import { describe, expect, it } from "vitest";
import { daysFromCivil, parseIsoDate, parseStrictNumber } from "../../src/ingest/fields.ts";
import { daysBetween } from "../../src/core/time/index.ts";
import { newTimestampScratch, parseTimestampString } from "../../src/ingest/timestamp.ts";

describe("parseStrictNumber", () => {
  it.each([["12.5", 12.5], ["-3", -3], [" 7 ", 7], ["1e3", 1000], [".25", 0.25], ["0", 0]])("accepts %s", (text, value) => {
    expect(parseStrictNumber(text, "usage")).toEqual({ ok: true, value });
  });

  it.each([
    ["1,234", /thousands separator/, /1234/],
    ["$12", /currency symbol/, /only the number/],
    ["12abc", /not a number/, /digits/],
    ["NaN", /not a finite number/, /empty/],
    ["12,5", /comma as decimal point/, /12\.5/],
    ["", /not a number/, /digits/],
  ])("rejects %s with a reason and a hint", (text, message, hint) => {
    const r = parseStrictNumber(text, "usage");
    expect(r.ok).toBe(false);
    if (!r.ok) {
      expect(r.problem.message).toMatch(message);
      expect(r.problem.hint).toMatch(hint);
    }
  });
});

describe("parseIsoDate", () => {
  it("accepts real days only (2024 is a leap year, 2023 is not — Gregorian rule)", () => {
    expect(parseIsoDate("2024-02-29", "d").ok).toBe(true);
    expect(parseIsoDate("2023-02-29", "d").ok).toBe(false);
    expect(parseIsoDate("2024-2-1", "d").ok).toBe(false);
    expect(parseIsoDate("01/02/2024", "d").ok).toBe(false);
    expect(parseIsoDate("2024-04-31", "d").ok).toBe(false);
  });

  it("counts days like Date.UTC does", () => {
    expect(daysFromCivil(2024, 3, 10)).toBe(Date.UTC(2024, 2, 10) / 86400000);
    expect(daysFromCivil(1969, 12, 31)).toBe(-1);
    expect(daysBetween("2024-02-01", "2024-03-01")).toBe(29);
  });
});

describe("parseTimestampString", () => {
  const ts = newTimestampScratch();
  it("reads wall time and offset", () => {
    expect(parseTimestampString("2024-03-10T02:30:15.5-05:00", ts)).toBe(true);
    expect(ts.wallMs).toBe(Date.UTC(2024, 2, 10, 2, 30, 15, 500));
    expect(ts.offsetMinutes).toBe(-300);
    expect(parseTimestampString("2024-03-10 02:30", ts)).toBe(true);
    expect(Number.isNaN(ts.offsetMinutes)).toBe(true);
    expect(parseTimestampString("2024-03-10T02:30Z", ts) && ts.offsetMinutes === 0).toBe(true);
    expect(parseTimestampString("2024-03-10T02:30+0530", ts) && ts.offsetMinutes === 330).toBe(true);
  });

  it.each(["2024-03-10", "2024-03-10T24:00", "2024-13-01T00:00", "2024-03-10T02:30Q", "2024-03-10T2:30", "10/03/2024 02:30"])(
    "rejects %s",
    (text) => {
      expect(parseTimestampString(text, ts)).toBe(false);
      expect(ts.error).not.toBe("");
    },
  );
});

describe("parseTimestampString reuses the previous day only when all ten date bytes match", () => {
  it("still rejects a bad separator right after a valid timestamp of the same day", () => {
    const ts = newTimestampScratch();
    expect(parseTimestampString("2024-03-10T01:00", ts)).toBe(true);
    expect(parseTimestampString("2024/03/10T01:15", ts)).toBe(false);
    expect(parseTimestampString("2024-03-10T01:30", ts) && ts.wallMs === Date.UTC(2024, 2, 10, 1, 30)).toBe(true);
    expect(parseTimestampString("2024-03-11T00:00", ts) && ts.wallMs === Date.UTC(2024, 2, 11)).toBe(true);
  });
});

___

### Action item:
Every line of the material that holds "digits" should be copied out as the answer.

### Response:
    ["12abc", /not a number/, /digits/],
    ["", /not a number/, /digits/],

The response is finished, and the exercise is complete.